Across all entries below, how many lines include "UnknownName"? Only the number, please.
*** Opening INPUT MATERIAL ***
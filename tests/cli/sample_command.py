"""A command that does what its argument says."""

from __future__ import annotations

import argparse
from pathlib import Path

from drivers.circuit.errors import NoConvergence, UnknownName
from drivers.errors import LinkDown
from fixture.errors import BadInput, BenchInUse, RecordsUnsafe
from fixture.sequence.stopping import StopRequested

NAME = "sample"
SUMMARY = "do what the argument says"

ERRORS: dict[str, BaseException] = {
    "bad input": BadInput("this cannot be used"),
    "in use": BenchInUse("somebody holds the bench"),
    "unsafe": RecordsUnsafe("the disk is full"),
    "link": LinkDown("meter: gone"),
    "circuit": UnknownName("no node 'x'"),
    "no convergence": NoConvergence("no operating point"),
    "fault": ZeroDivisionError("division by zero"),
    "ctrl-c": KeyboardInterrupt(),
    "stop": StopRequested("SIGTERM"),
}


def add_arguments(parser: argparse.ArgumentParser) -> None:
    parser.add_argument("what")
    parser.add_argument("--code", type=int, default=0)


def execute(arguments: argparse.Namespace, root: Path) -> int:
    if arguments.what in ERRORS:
        raise ERRORS[arguments.what]
    if arguments.what == "root":
        print(root)
    return int(arguments.code)
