"""What is seen while a unit is tested: lines for files, a live view for terminals."""

from __future__ import annotations

import io
from collections.abc import Sequence

import pytest

from fixture.cli.plain import PlainView
from fixture.cli.reading_words import gauge, limits_words, value_words
from fixture.cli.terminal import LiveView, reading_lines
from fixture.cli.views import View, make_view, suits_live_view
from fixture.domain.events import (
    BenchTrouble,
    Event,
    OperatorAsked,
    RunClosed,
    RunOpened,
    SafeStateReached,
    StepClosed,
    StepStarted,
)
from fixture.domain.limits import Limits, Mask
from fixture.domain.reading import Reading
from fixture.domain.run import JudgedReading, RunHeader, RunResult
from fixture.domain.verdict import Verdict
from tests.sequence.bench_double import IDENTITY, MIDDAY, model_with

MODEL = model_with()
HEADER = RunHeader(
    run="bench-a-20260302-S000001",
    serial="PT-2612-0001",
    scanned="PT-2612-0001",
    model="peat",
    revision=3,
    limits_digest="0" * 64,
    procedure="line",
    bench=IDENTITY,
    operator="A. Tester",
    attempt=2,
    started=MIDDAY,
    started_monotonic_s=100.0,
    ambient_celsius=23.0,
    software="toeline test",
    planted=("open C1",),
)
MASK = Mask(((20.0, -3.0, None), (20000.0, -6.0, 1.0)))


def judged(
    name: str,
    value: float | None,
    unit: str,
    verdict: Verdict,
    limits: Limits | Mask | None = None,
    why_not: str | None = None,
) -> JudgedReading:
    reading = Reading(name, value, unit, why_not=why_not)
    return JudgedReading("Bias", reading, limits, verdict, None, f"{name} said in words", 1.0)


COLLECTOR = judged("q2_collector", -8.71, "V", Verdict.FAIL, Limits(-6.0, -3.2, "V"))
CURRENT = judged("supply_current", 702.1e-6, "A", Verdict.PASS, Limits(500e-6, 900e-6, "A"))
RESPONSE = judged("response", None, "dB", Verdict.NOT_MEASURED, MASK, why_not="too little output to judge it")
READINGS = (CURRENT, COLLECTOR, RESPONSE)


def whole_run(verdict: Verdict = Verdict.FAIL, problems: Sequence[str] = ()) -> list[Event]:
    result = RunResult(HEADER, READINGS, verdict, "1 of 3 readings outside the limits", 12.0)
    return [
        RunOpened(HEADER, ("power on", "Bias")),
        StepStarted(0, "power on", "power on"),
        StepClosed(0, "power on", Verdict.PASS, (), 0.1),
        StepStarted(1, "Bias", "node_voltages"),
        OperatorAsked("Fuzz fully right."),
        BenchTrouble("Bias: the meter does not answer"),
        StepClosed(1, "Bias", Verdict.FAIL, READINGS, 3.0),
        SafeStateReached(tuple(problems)),
        RunClosed(result),
    ]


class FakeTerminal(io.StringIO):
    encoding = "utf-8"

    def isatty(self) -> bool:
        return True


def show(view: View, events: Sequence[Event]) -> None:
    for event in events:
        view(event)
    view.close()


def plain_text(events: Sequence[Event]) -> str:
    stream = io.StringIO()
    show(PlainView(MODEL, stream), events)
    return stream.getvalue()


def live_text(events: Sequence[Event], monkeypatch: pytest.MonkeyPatch, width: int = 80) -> str:
    monkeypatch.setenv("COLUMNS", str(width))
    monkeypatch.setenv("TERM", "xterm")
    monkeypatch.delenv("NO_COLOR", raising=False)
    stream = FakeTerminal()
    show(LiveView(MODEL, stream), events)
    return stream.getvalue()


@pytest.fixture(params=["plain", "live"])
def text(request: pytest.FixtureRequest, monkeypatch: pytest.MonkeyPatch) -> str:
    return plain_text(whole_run()) if request.param == "plain" else live_text(whole_run(), monkeypatch)


@pytest.mark.parametrize(
    "words",
    [
        "PT-2612-0001  Peat, limits revision 3 (predicted)",
        "SIMULATED BENCH",
        "planted in this unit: open C1",
        "Bias",
        "> Fuzz fully right.",
        "! bench: Bias: the meter does not answer",
        "+ PASS",
        "702.1 µA",
        "500.0 µA to 900.0 µA",
        "x FAIL",
        "-8.710 V",
        "? NOT MEASURED",
        "not measured",
        "mask 20 Hz to 20 kHz",
        "too little output to judge it",
        "outputs off, verified",
        "x FAIL  PT-2612-0001: 1 of 3 readings outside the limits",
        "  x Bias: q2_collector said in words",
        "toeline trace PT-2612-0001",
    ],
)
def test_both_views_say_everything_in_words(text: str, words: str) -> None:
    assert words in text


def test_a_unit_that_passes_is_not_sent_to_its_history() -> None:
    assert "toeline trace" not in plain_text(whole_run(Verdict.PASS))


def test_outputs_that_may_be_on_are_said(monkeypatch: pytest.MonkeyPatch) -> None:
    events = whole_run(problems=["SUPPLY MAY BE ON, switch it off by hand: link down"])
    for shown in (plain_text(events), live_text(events, monkeypatch, 200)):
        assert "! SUPPLY MAY BE ON, switch it off by hand" in shown
        assert "outputs off, verified" not in shown


@pytest.mark.parametrize("width", [80, 100, 140])
@pytest.mark.parametrize("one", READINGS)
def test_no_word_and_no_figure_is_cut_on_a_terminal(one: JudgedReading, width: int) -> None:
    lines = list(reading_lines(one, width))
    shown = "\n".join(line.plain for line in lines)
    for words in (one.verdict.value, value_words(one), limits_words(one.limits), one.reading.why_not or ""):
        assert words in shown
    assert all(line.cell_len <= width for line in lines)


def test_readings_stand_in_the_same_columns() -> None:
    first, second = (next(iter(reading_lines(one, 80))).plain for one in (CURRENT, COLLECTOR))
    assert first.index("500.0 µA to") == second.index("-6.000 V to")


@pytest.mark.parametrize(
    ("value", "drawn"),
    [
        (0.0, " |o--------| "),
        (8.0, " |--------o| "),
        (4.0, " |----o----| "),
        (-0.1, "<|---------| "),
        (8.1, " |---------|>"),
    ],
)
def test_the_gauge_shows_where_a_reading_lies_between_its_limits(value: float, drawn: str) -> None:
    assert gauge(judged("a", value, "V", Verdict.PASS, Limits(0.0, 8.0, "V")), 9) == drawn


def test_there_is_no_gauge_without_two_limits_and_a_value() -> None:
    both, one_side = Limits(0.0, 1.0, "V"), Limits(None, 1.0, "V")
    assert gauge(judged("a", None, "V", Verdict.NOT_MEASURED, both), 9) == ""
    assert gauge(judged("a", 0.5, "V", Verdict.PASS, one_side), 9) == ""
    assert gauge(judged("a", 0.5, "dB", Verdict.PASS, MASK), 9) == ""


@pytest.mark.parametrize(
    ("limits", "words"),
    [
        (None, ""),
        (Limits(None, None, "V"), ""),
        (Limits(None, 5e-3, "A"), "at most 5.000 mA"),
        (Limits(1.0, None, "V"), "at least 1.000 V"),
        (MASK, "mask 20 Hz to 20 kHz"),
    ],
)
def test_limits_are_said_as_a_person_would(limits: Limits | Mask | None, words: str) -> None:
    assert limits_words(limits) == words


@pytest.mark.parametrize(
    ("stream", "environment", "live"),
    [
        (FakeTerminal(), {"TERM": "xterm"}, True),
        (FakeTerminal(), {"TERM": "dumb"}, False),
        (FakeTerminal(), {"TERM": "xterm", "NO_COLOR": "1"}, False),
        (
            FakeTerminal(),
            {"TERM": "xterm", "NO_COLOR": ""},
            True,
        ),  # no-color.org: "when present and not empty"
        (io.StringIO(), {"TERM": "xterm"}, False),
    ],
)
def test_the_live_view_is_for_capable_terminals_only(
    stream: io.StringIO, environment: dict[str, str], live: bool
) -> None:
    assert suits_live_view(stream, environment) is live
    view = make_view(MODEL, stream, environment=environment)
    view.close()
    assert isinstance(view, LiveView if live else PlainView)


def test_a_wait_is_said(monkeypatch: pytest.MonkeyPatch) -> None:
    stream = io.StringIO()
    PlainView(MODEL, stream).notice("compiling")
    assert stream.getvalue() == "... compiling\n"
    monkeypatch.setenv("COLUMNS", "80")
    monkeypatch.setenv("TERM", "xterm")
    terminal = FakeTerminal()
    view = LiveView(MODEL, terminal)
    view.notice("compiling")
    view.close()
    assert "compiling" in terminal.getvalue()
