"""The entry point: choosing a command, errors as lines and exit codes, the root folder, a fast start."""

from __future__ import annotations

import importlib
import subprocess
import sys
from pathlib import Path

import pytest

from fixture.cli.main import COMMANDS, Command, main
from fixture.cli.root import find_root
from fixture.errors import BadInput

HERE = Path(__file__).parents[2]
SAMPLE = {"sample": Command("tests.cli.sample_command", "do what the argument says", needs_root=False)}


@pytest.mark.parametrize(
    ("what", "code", "line"),
    [
        ("bad input", 2, "this cannot be used"),
        ("in use", 3, "somebody holds the bench"),
        ("unsafe", 3, "the disk is full"),
        ("link", 3, "meter: gone"),
        ("circuit", 2, "no node 'x'"),
        ("no convergence", 3, "no operating point"),
        ("ctrl-c", 130, "stopped"),
        ("stop", 143, "stopped"),
    ],
)
def test_an_error_is_its_line_and_its_exit_code(
    what: str, code: int, line: str, capsys: pytest.CaptureFixture[str]
) -> None:
    assert main(["sample", what], SAMPLE) == code
    shown = capsys.readouterr()
    assert shown.err == f"{line}\n"
    assert shown.out == ""


def test_a_fault_of_the_program_never_looks_like_a_failed_unit(capsys: pytest.CaptureFixture[str]) -> None:
    assert main(["sample", "fault"], SAMPLE) == 3
    shown = capsys.readouterr().err
    assert "ZeroDivisionError" in shown
    assert "a fault of the program, not of the unit or the bench" in shown


def test_the_code_of_the_command_is_the_exit_code() -> None:
    assert [main(["sample", "nothing", "--code", str(code)], SAMPLE) for code in (0, 1, 3)] == [0, 1, 3]


@pytest.mark.parametrize(
    ("argv", "said"),
    [
        (["tset", "PT-1"], 'did you mean "test"?'),
        (["--root", ".", "tracee"], 'did you mean "trace"?'),
        (["qwertz"], "there are test, lot, tune, trace, models, limits, circuit"),
        (["trace"], "SERIAL"),
        (["trace", "PT-1", "--jsn"], "--jsn"),
        (["test", "PT-1", "--pace", "slow"], "fast"),
    ],
)
def test_bad_usage_is_one_line_with_what_is_accepted(
    argv: list[str], said: str, capsys: pytest.CaptureFixture[str]
) -> None:
    assert main(argv) == 2
    shown = capsys.readouterr()
    assert said in shown.err
    assert shown.err.count("\n") == 1
    assert shown.out == ""


def test_without_a_command_the_help_is_shown_as_bad_usage(capsys: pytest.CaptureFixture[str]) -> None:
    assert main([]) == 2
    shown = capsys.readouterr().out
    assert all(name in shown for name in COMMANDS)


def test_the_help_says_what_the_commands_say_themselves() -> None:
    for name, command in COMMANDS.items():
        module = importlib.import_module(command.module)
        assert (name, command.summary) == (module.NAME, module.SUMMARY)


@pytest.mark.parametrize("argv", [["--help"], ["--version"], ["circuit", "--help"]])
def test_help_and_version_come_without_the_heavy_libraries(argv: list[str]) -> None:
    heavy = {"numpy", "scipy", "numba", "rich", "pandas", "duckdb", "pyvisa", "sounddevice"}
    program = (
        "import sys; from fixture.cli.main import main; code = main(sys.argv[1:]); "
        f"sys.exit(code or sorted({heavy!r} & sys.modules.keys()) or 0)"
    )
    done = subprocess.run(
        [sys.executable, "-c", program, *argv], cwd=HERE, capture_output=True, text=True, check=False
    )
    assert (done.returncode, done.stderr) == (0, "")
    assert "toeline" in done.stdout


@pytest.mark.skipif(sys.platform == "win32", reason="closed pipes are told differently there")
def test_a_reader_that_has_had_enough_gets_no_complaint() -> None:
    with subprocess.Popen(
        [sys.executable, "-m", "fixture.cli", "circuit", "limits/peat/circuit.cir", "--probe", "jack_out"],
        cwd=HERE,
        stdout=subprocess.PIPE,
        stderr=subprocess.PIPE,
        text=True,
    ) as process:
        assert process.stdout is not None and process.stderr is not None
        process.stdout.close()
        complaint = process.stderr.read()
        assert process.wait() == 128 + 13  # as a shell has it for SIGPIPE
    assert complaint == ""


def test_the_root_folder_is_the_named_one_then_the_environments_then_the_nearest_upwards(
    tmp_path: Path,
) -> None:
    named, environments, above = (tmp_path / name for name in ("named", "environments", "above"))
    here = above / "a" / "b"
    for folder in (named, environments, here):
        folder.mkdir(parents=True)
    (above / "bench.toml").touch()
    environment = {"TOELINE_ROOT": str(environments)}
    assert find_root(str(named), environment, here) == named
    assert find_root(None, environment, here) == environments
    assert find_root(None, {}, here) == above
    assert find_root(None, {"TOELINE_ROOT": ""}, here) == above


def test_a_missing_root_folder_says_what_to_do(tmp_path: Path) -> None:
    with pytest.raises(BadInput, match=r"--root .*nowhere: no such folder"):
        find_root(str(tmp_path / "nowhere"), {}, tmp_path)
    with pytest.raises(BadInput, match="TOELINE_ROOT"):
        find_root(None, {"TOELINE_ROOT": str(tmp_path / "nowhere")}, tmp_path)
    with pytest.raises(BadInput, match=r"no bench\.toml .* give --root DIR"):
        find_root(None, {}, tmp_path)


def test_every_fault_of_a_bench_file_is_told_with_its_line(
    tmp_path: Path, capsys: pytest.CaptureFixture[str]
) -> None:
    (tmp_path / "bench.toml").write_text('format = 1\nname = "demo"\nmains = "55 bananas"\nsuply = 1\n')
    assert main(["--root", str(tmp_path), "test", "PT-2612-0001"]) == 2
    shown = capsys.readouterr()
    assert shown.out == ""
    assert all(line.startswith(str(tmp_path)) for line in shown.err.splitlines())
    assert "bench.toml:3: " in shown.err and "bench.toml:4: " in shown.err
*** Closing INPUT MATERIAL ***
- RESPONSE AREA -
2